Wednesday, January 4, 2023

A Bet on Bitcoin is Gambling on the Whales

Key Takeaways

  1. The price of Bitcoin has been suspiciously stable following the epic collapse of FTX less than 2 months ago
  2. The whales are defending the Bitcoin price at $16,000 waiting for interest to flood back into Bitcoin
  3. It’s hard to imagine a bigger hype train than 2021 which means Bitcoin may not make a new all-time high

An Artificial Market

The Bitcoin market has completely flat-lined since November 9th. This was directly after the FTX collapse, which I  wrote about back in November . In that analysis, I mentioned how I had been raising concerns  before  the collapse about how quiet the Bitcoin market had looked over the summer of 2022.

In the lead-up to the Three Arrows and Luna collapse, the Bitcoin market had been seeing major weakness from November 2021 up through May 2022, falling from $67k to $30k. This weakness actually helped perpetuate the collapse of Luna and Three Arrows.

The collapse in Luna and Three Arrows then caused the price of Bitcoin to drop below $20k. Looking like it could drop to $10k in short order. However, immediately following the drop below $20k, the market stabilized until the FTX collapse. Which pushed the price down another 20% to the $16k region.

Since FTX collapsed, the market has gone even quieter. The price has been bouncing between a very tight range of 16.5k and 17.5k for almost two months now.

The chart below shows this price action compared to the S&P 500. While the S&P has continued to bounce around the last two months, Bitcoin has gone incredibly  quiet. This seems extremely unlikely after such a major event unless interested parties are in the market defending the price.

Figure: 1 SPY vs BTC

One of the primary metrics used to evaluate price fluctuations is volatility. This is the standard deviation of the price, annualized. The chart below shows the volatility of the S&P and Bitcoin going back to early 2021.
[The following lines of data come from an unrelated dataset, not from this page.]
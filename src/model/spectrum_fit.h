// SPDX-License-Identifier: GPL-2.0-or-later
#pragma once

#include <span>
#include <string>
#include <vector>

#include "base/quantity.h"
#include "model/detail_spec.h"
#include "sphere/sky_map.h"

namespace foreglow {

/// One bin of a measured spectrum.
struct SpectrumBin {
    double l = 0;          ///< mean of its l, weighted with 2l+1
    double cl = 0;         ///< K_RJ^2, beam taken out
    double log_error = 0;  ///< of ln C_l
};

/// C_l = amplitude (l / pivot)^slope, fitted to a map's own spectrum.
struct SpectrumFit {
    double slope = 0, slope_error = 0;
    double amplitude = 0, log_amplitude_error = 0;  ///< C_l at the pivot, K_RJ^2
    double pivot = 0;                               ///< geometric mean of the range's ends
    LRange lrange;
    double reduced_chi2 = 0;
    double sky_fraction = 0;  ///< effective, <apo^2>^2 / <apo^4>
    std::vector<SpectrumBin> bins;
};

/// Returns where a fit is made when the model does not say: from 30 (less under a wide beam) to the l where
/// B_l^2 falls below 1/2.
[[nodiscard]] LRange default_fit_lrange(Angle beam_fwhm);

/// Fits a power law to a spectrum: bins of 10 multipoles (fewer where there are not 60), (2l+1)-weighted; a
/// straight line through ln C against ln l with weights nu/2, nu = f sum (2l+1), the mean of a ln chi^2_nu
/// (-1/nu) taken out. Errors are scaled up by the root of the reduced chi^2 where it is above 1: a real sky
/// is not Gaussian.
/// @param cl   [l], beam taken out
/// @param sky_fraction  f
/// @throws InputError "PLACE: ..." with fewer than 4 bins of positive power or a slope above -1
[[nodiscard]] SpectrumFit fit_power_law(std::span<const double> cl, const LRange& lrange, double sky_fraction,
                                        const std::string& place, const std::string& what);

/// Measures a template's spectrum beyond a galactic latitude and fits it: pseudo-C_l of apo (I - mean) over
/// <apo^2> B_l^2.
/// @param map    K_RJ, at its own nside
/// @param place  of [detail], for messages
/// @throws InputError as above, and where the range ends beyond B_l^2 = 0.3 or 2 nside of the map
[[nodiscard]] SpectrumFit fit_intensity(const SkyMap& map, Angle beam_fwhm, Angle latitude_cut,
                                        const LRange& lrange, const std::string& place);
/// Likewise EE of Q and U.
[[nodiscard]] SpectrumFit fit_polarization(const StokesMaps& maps, Angle beam_fwhm, Angle latitude_cut,
                                           const LRange& lrange, const std::string& place);

}  // namespace foreglow
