// SPDX-License-Identifier: GPL-2.0-or-later
#pragma once

#include <cstddef>
#include <optional>
#include <vector>

#include "model/transform_plan.h"
#include "sphere/alm.h"

namespace foreglow {

/// How the component maps of one field were analysed, and what error remains.
struct TransformState {
    int iterations = 0;       ///< refinements of each component that was refined
    std::size_t refined = 0;  ///< components that were refined
    double relative_error = 0;
    double worst_cl_ratio = 0;
    bool converged = true;
};

/// Analyses the component maps of one field (Alm of I, AlmEB of Q and U) one after the other with as few
/// transforms as a tolerance allows.
///
/// Every analysis begins with ring weights. Where what such an analysis leaves (predict_leak, with its
/// allowance) is below the tolerance, that is all. Else the first component is refined until the estimated
/// error under every beam is below the tolerance and the error's C_l is below 1e-4 of the map's wherever
/// B_l^2 > 1e-3; of the others only what is not proportional to it is analysed, without refinement:
/// transforms are linear, so that their error shrinks with the map (the error of the proportional part is
/// that of the first). What remains is predict_leak's figure times what the refined maps measured of it,
/// doubled. Where that is too much, such a difference is refined as well and serves the components after it
/// like the first; where three of them are not enough, every component is refined as often as the first.
template <class Coefficients>
class ComponentTransforms {
  public:
    using Columns = std::vector<std::vector<double>>;  ///< [1][npix] of I or [2][npix] of Q and U

    /// @param refine_all  refines every component
    explicit ComponentTransforms(const TransformPlan& plan, bool refine_all = false)
        : plan_(plan), refine_all_(refine_all) {}

    /// Returns the a_lm of one component; the first one should be in the middle of their spectra, the
    /// outermost ones next. Returns nothing where the work is to be begun again with refine_all.
    [[nodiscard]] std::optional<Coefficients> add(Columns columns);

    [[nodiscard]] const TransformState& state() const { return state_; }

  private:
    enum class Way { Undecided, Weights, Differences, RefineAll };
    struct Leak {
        std::vector<double> cl;  ///< of the error
        double relative = 0, worst_cl_ratio = 0;
    };
    Coefficients add_first(Columns columns);
    Coefficients add_refined(const Columns& columns);
    std::optional<Coefficients> add_weighted(const Columns& columns);
    std::optional<Coefficients> add_difference(Columns columns);
    Coefficients refine_until_reached(Coefficients start, const Columns& columns);
    [[nodiscard]] Leak predicted_leak(const Columns& columns, const Coefficients& alm) const;
    [[nodiscard]] const WindowSet& windows() const;

    const TransformPlan& plan_;
    bool refine_all_;
    Way way_ = Way::Undecided;
    TransformState state_;
    struct Base {
        Columns columns;
        Coefficients alm;
        double square = 0;  ///< sum over pixels
    };
    void keep_as_base(Columns columns, const Coefficients& alm, const Leak& leak);
    std::vector<Base> bases_;  ///< orthogonal to each other
    double first_error_ = 0;
    double first_correction_ = 0;         // of the component refined last, relative
    double measured_over_predicted_ = 0;  // of what first analyses left
    bool is_predicted_ = false;           // the error of weights alone, rather than measured
};

extern template class ComponentTransforms<Alm>;
extern template class ComponentTransforms<AlmEB>;

}  // namespace foreglow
As can be seen, the volatility in Bitcoin is consistently above the S&P 500 by a wide margin. Bitcoin tracked around 75% whereas the S&P was around 15%. It should be noted that the volatility lines below are actually correlated, as the S&P became more volatile so did Bitcoin. That remained true until the Fall of 2022.
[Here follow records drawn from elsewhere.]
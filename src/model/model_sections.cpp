// SPDX-License-Identifier: GPL-2.0-or-later
#include "model/model_sections.h"

#include <algorithm>
#include <cmath>
#include <limits>

#include "base/text.h"
#include "model/detail_section.h"
#include "model/typed_keys.h"

namespace foreglow {
namespace {

std::optional<ColumnRef> to_column(const TomlReader& reader, const std::string& key, const TomlValue& value) {
    if (value.type == TomlValue::Type::Integer) {
        if (value.integer < 1 || value.integer > 999)
            reader.fail(key, "must be a column's number from 1 to 999 or its name, but is " +
                                 std::to_string(value.integer));
        return static_cast<int>(value.integer);
    }
    if (value.type == TomlValue::Type::String && !trim(value.text).empty())
        return std::string(trim(value.text));
    reader.fail(key, "must be a column's number, from 1, or its name in quotes, but is " + describe(value));
}

std::vector<ColumnRef> read_column(TomlReader& reader) {
    const TomlValue* value = reader.find("column");
    if (value == nullptr) return {};
    return {*to_column(reader, "column", *value)};
}

std::vector<ColumnRef> read_columns(TomlReader& reader) {
    const TomlValue* value = reader.find("columns");
    if (value == nullptr) return {};
    if (value->type != TomlValue::Type::Array || value->items.size() != 2)
        reader.fail(
            "columns",
            "must be the two columns of Q and U, for example columns = [2, 3], but is " + describe(*value) +
                (value->type == TomlValue::Type::Array ? " of " + std::to_string(value->items.size()) : ""));
    std::vector<ColumnRef> columns;
    for (const TomlValue& item : value->items)
        columns.push_back(*to_column(reader, "columns", item));
    if (columns[0] == columns[1])
        reader.fail("columns", "names the same column for Q and for U: name two, for example [2, 3]");
    return columns;
}

/// Reads hdu, ordering and frame into a source; the keys are asked for whether or not there is a map.
void add_layout_keys(MapSource& source, TomlReader& reader) {
    if (const auto hdu = read_integer(reader, "hdu", 1, 9999, "hdu = 1")) source.hdu = static_cast<int>(*hdu);
    source.ordering =
        read_choice<Ordering>(reader, "ordering", {{"ring", Ordering::Ring}, {"nested", Ordering::Nested}});
    source.frame = read_choice<Frame>(
        reader, "frame",
        {{"galactic", Frame::Galactic}, {"icrs", Frame::Icrs}, {"ecliptic", Frame::Ecliptic}});
}

/// Refuses keys that say something about a map where there is none.
void check_no_map_keys(TomlReader& reader, std::initializer_list<const char*> keys,
                       const std::string& without) {
    for (const char* key : keys)
        if (reader.has(key))
            reader.fail(key, "says something about a map, but there is no " + without + " here: take it out");
}

/// Reads `NAME` (a number) or `NAME_map`; both together contradict each other.
std::optional<ValueOrMap> read_value_or_map(TomlReader& reader, const std::string& name, double low,
                                            double high, const std::string& example,
                                            const std::filesystem::path& folder) {
    const auto value = read_number(reader, name, low, high, name + " = " + example);
    auto map = read_named_map(reader, name + "_map", "polarization", folder);
    if (value && map) reader.fail(name + "_map", "contradicts '" + name + "': keep one of the two");
    if (map) return ValueOrMap(std::move(*map));
    if (value) return ValueOrMap(*value);
    return std::nullopt;
}

/// Reads the keys of a section that is either value = NUMBER or map = FILE.
ValueOrMap read_value_section(TomlReader& reader, const std::string& section, double low, double high,
                              const std::string& example, const std::filesystem::path& folder) {
    const auto value = read_number(reader, "value", low, high, "value = " + example);
    const auto path = read_path(reader, "map", folder);
    MapSource source;
    source.section = section;
    source.place = reader.place_of("map");
    source.columns = read_column(reader);
    add_layout_keys(source, reader);
    reader.check_no_other_keys();
    if (value && path) reader.fail("map", "contradicts 'value': keep one of the two");
    if (!value && !path)
        reader.fail_here("[" + section + "] has neither 'value' nor 'map': add value = " + example +
                         " or map = \"" + section + ".fits\"");
    if (value) {
        check_no_map_keys(reader, {"column", "hdu", "ordering", "frame"}, "'map'");
        return *value;
    }
    source.path = *path;
    return source;
}

/// Reads a brightness that must be a Rayleigh-Jeans temperature, in K_RJ.
void read_kelvin(TomlReader& reader, const std::string& key, double& kelvin) {
    const auto brightness = read_brightness(reader, key);
    if (!brightness) return;
    if (brightness->unit.kind != BrightnessUnit::Kind::RayleighJeans)
        reader.fail(key, "must be a Rayleigh-Jeans temperature, for example \"10 K_RJ\"");
    kelvin = brightness->value * brightness->unit.scale;
    if (!(kelvin >= 0 && kelvin < 1e12)) reader.fail(key, "must be at least 0 and below 1e12 K_RJ");
}

/// Reads the two frequencies of `between`, low first.
std::optional<std::pair<Frequency, Frequency>> read_between(TomlReader& reader) {
    const TomlValue* value = reader.find("between");
    if (value == nullptr) return std::nullopt;
    const std::string wanted = "must be two frequencies, for example between = [\"408 MHz\", \"23 GHz\"]";
    if (value->type != TomlValue::Type::Array || value->items.size() != 2)
        reader.fail("between", wanted + ", but is " + describe(*value));
    std::vector<Frequency> ends;
    for (const TomlValue& item : value->items) {
        // A one-key table lets the two ends pass the same checks, with the same messages, as any other
        // frequency.
        TomlValue table;
        table.place = item.place;
        table.keys = {"between"};
        table.items = {item};
        TomlReader inner(table, reader.section());
        ends.push_back(*read_frequency(inner, "between"));
    }
    if (ends[0] == ends[1]) reader.fail("between", "must be two different frequencies");
    return std::pair(std::min(ends[0], ends[1]), std::max(ends[0], ends[1]));
}

}  // namespace

std::optional<MapSource> read_named_map(TomlReader& reader, const std::string& key,
                                        const std::string& section, const std::filesystem::path& folder) {
    const TomlValue* value = reader.find(key);
    if (value == nullptr) return std::nullopt;
    MapSource source;
    source.section = section + "." + key;
    source.place = value->place;
    if (value->type != TomlValue::Type::Table) {
        source.path = *read_path(reader, key, folder);
        return source;
    }
    TomlReader inner(*value, key + " of [" + section + "]");
    const auto path = read_path(inner, "map", folder);
    source.columns = read_column(inner);
    add_layout_keys(source, inner);
    inner.check_no_other_keys();
    if (!path) inner.fail_missing("map", "map = \"" + key + ".fits\"");
    source.path = *path;
    return source;
}

SketchSpec read_sketch(TomlReader reader) {
    SketchSpec sketch;
    sketch.disc = reader.boolean("disc").value_or(sketch.disc);
    sketch.loops = reader.boolean("loops").value_or(sketch.loops);
    sketch.texture = reader.boolean("texture").value_or(sketch.texture);
    read_kelvin(reader, "pole_brightness", sketch.pole_brightness);
    read_kelvin(reader, "plane_brightness", sketch.plane_brightness);
    sketch.plane_height = read_beam_fwhm(reader, "plane_height").value_or(sketch.plane_height);
    const auto read = [&reader](const char* key, double low, double high, double& value) {
        value = read_number(reader, key, low, high, std::string(key) + " = " + format_exact(value))
                    .value_or(value);
    };
    read("texture_rms", 0, 1, sketch.texture_rms);
    read("index", -10, 10, sketch.index);
    read("index_rms", 0, 2, sketch.index_rms);
    read("curvature", -2, 2, sketch.curvature);
    read("curvature_rms", 0, 1, sketch.curvature_rms);
    read("polarized_fraction", 0, 1, sketch.polarized_fraction);
    if (const auto seed =
            read_integer(reader, "seed", 0, std::numeric_limits<std::int64_t>::max(), "seed = 1"))
        sketch.seed = static_cast<std::uint64_t>(*seed);
    reader.check_no_other_keys();
    if (!sketch.disc && !sketch.loops)
        reader.fail_here("[sketch] has both 'disc' and 'loops' off, which leaves no sky: switch one on");
    return sketch;
}

IntensitySpec read_intensity(TomlReader reader, const std::filesystem::path& folder) {
    IntensitySpec intensity;
    const auto path = read_path(reader, "map", folder);
    MapSource& source = intensity.map;
    source.section = "intensity";
    source.place = reader.place_of("map");
    source.columns = read_column(reader);
    add_layout_keys(source, reader);
    source.unit = read_unit(reader, "unit");
    source.convention = read_choice<PolarizationConvention>(
        reader, "polarization_convention",
        {{"COSMO", PolarizationConvention::Cosmo}, {"IAU", PolarizationConvention::Iau}});
    intensity.beam_fwhm = read_beam_fwhm(reader, "beam_fwhm");
    intensity.zero_level = read_brightness(reader, "zero_level");
    reader.check_no_other_keys();
    if (!path) reader.fail_missing("map", "map = \"survey.fits\"");
    source.path = *path;
    return intensity;
}

PolarizationSpec read_polarization(TomlReader reader, const std::filesystem::path& folder) {
    PolarizationSpec polarization;
    const auto path = read_path(reader, "map", folder);
    MapSource source;
    source.section = "polarization";
    source.place = reader.place_of("map");
    source.columns = read_columns(reader);
    const std::vector<ColumnRef> column = read_column(reader);
    add_layout_keys(source, reader);
    source.unit = read_unit(reader, "unit");
    source.convention = read_choice<PolarizationConvention>(
        reader, "polarization_convention",
        {{"COSMO", PolarizationConvention::Cosmo}, {"IAU", PolarizationConvention::Iau}});
    polarization.reference_frequency = read_frequency(reader, "reference_frequency");
    polarization.beam_fwhm = read_beam_fwhm(reader, "beam_fwhm");
    polarization.index = read_value_or_map(reader, "index", -10, 10, "-3.1", folder);
    polarization.fraction = read_value_or_map(reader, "fraction", 0, 1, "0.2", folder);
    polarization.angle_map = read_named_map(reader, "angle_map", "polarization", folder);
    reader.check_no_other_keys();
    if (path) {
        for (const char* key : {"fraction", "fraction_map", "angle_map"})
            if (reader.has(key))
                reader.fail(key, "contradicts 'map', which holds Q and U: keep one of the two");
        if (!column.empty())
            reader.fail("column", "must be 'columns' here: Q and U are two, for example columns = [2, 3]");
        source.path = *path;
        polarization.map = source;
        return polarization;
    }
    if (!polarization.fraction && !polarization.angle_map)
        reader.fail_missing("map", "map = \"survey.fits\" (or fraction and angle_map)");
    if (!polarization.fraction)
        reader.fail_missing("fraction", "fraction = 0.2 (or fraction_map) beside angle_map");
    if (!polarization.angle_map)
        reader.fail_missing("angle_map", "angle_map = \"angle.fits\" beside fraction");
    check_no_map_keys(reader, {"columns", "unit"}, "'map' of Q and U");
    // The section's own layout keys are about the one map that cannot do without a frame and a convention.
    MapSource& angle = *polarization.angle_map;
    if (angle.columns.empty()) angle.columns = column;
    if (!angle.hdu) angle.hdu = source.hdu;
    if (!angle.ordering) angle.ordering = source.ordering;
    if (!angle.frame) angle.frame = source.frame;
    angle.convention = source.convention;
    return polarization;
}

IndexSpec read_index(TomlReader reader, const std::filesystem::path& folder) {
    IndexSpec index;
    index.scatter = read_scatter(reader, 2);
    const auto frequency = read_frequency(reader, "frequency");
    const auto between = read_between(reader);
    index.value = read_value_section(reader, "index", -10, 10, "-2.9", folder);
    if (frequency && between) reader.fail("between", "contradicts 'frequency': keep one of the two");
    index.between = between;
    index.frequency = frequency;
    // On the curved law the chord's index is the local one at the geometric mean.
    if (between)
        index.frequency =
            Frequency::from_hz(std::sqrt(between->first.hz()) * std::sqrt(between->second.hz()));
    return index;
}

void read_map_layout(TomlReader& reader, MapSource& source) {
    source.columns = read_column(reader);
    add_layout_keys(source, reader);
    source.unit = read_unit(reader, "unit");
}

ValueOrMap read_curvature(TomlReader reader, const std::filesystem::path& folder,
                          std::optional<ScatterSpec>& scatter) {
    if (reader.has("decorrelation_length"))
        reader.fail("decorrelation_length", "belongs into [index]: move it there");
    scatter = read_scatter(reader, 1);
    return read_value_section(reader, "curvature", -2, 2, "-0.04", folder);
}

}  // namespace foreglow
The 30-day rolling volatility in Bitcoin plunged in October and  actually dipped below the S&P volatility for a brief period on Oct. 24 . When FTX happened, volatility spiked, but it was very short-lived. On Dec 7th, the 30-day vol of Bitcoin was 77%. This plunged to 32% on Dec 12th as the trading period around FTX faded past 30 days. 30-day rolling Bitcoin volatility finished the year at 27%, dipping below the 28% low seen before the FTX spike.

Think about this! After each successive collapse, the market becomes  more stable  and  less volatile . It’s not even seeing a price rebound as rumor/speculation becomes fact. You would expect either a price rebound if the bad news had been priced in or further selling if the market had not anticipated an event.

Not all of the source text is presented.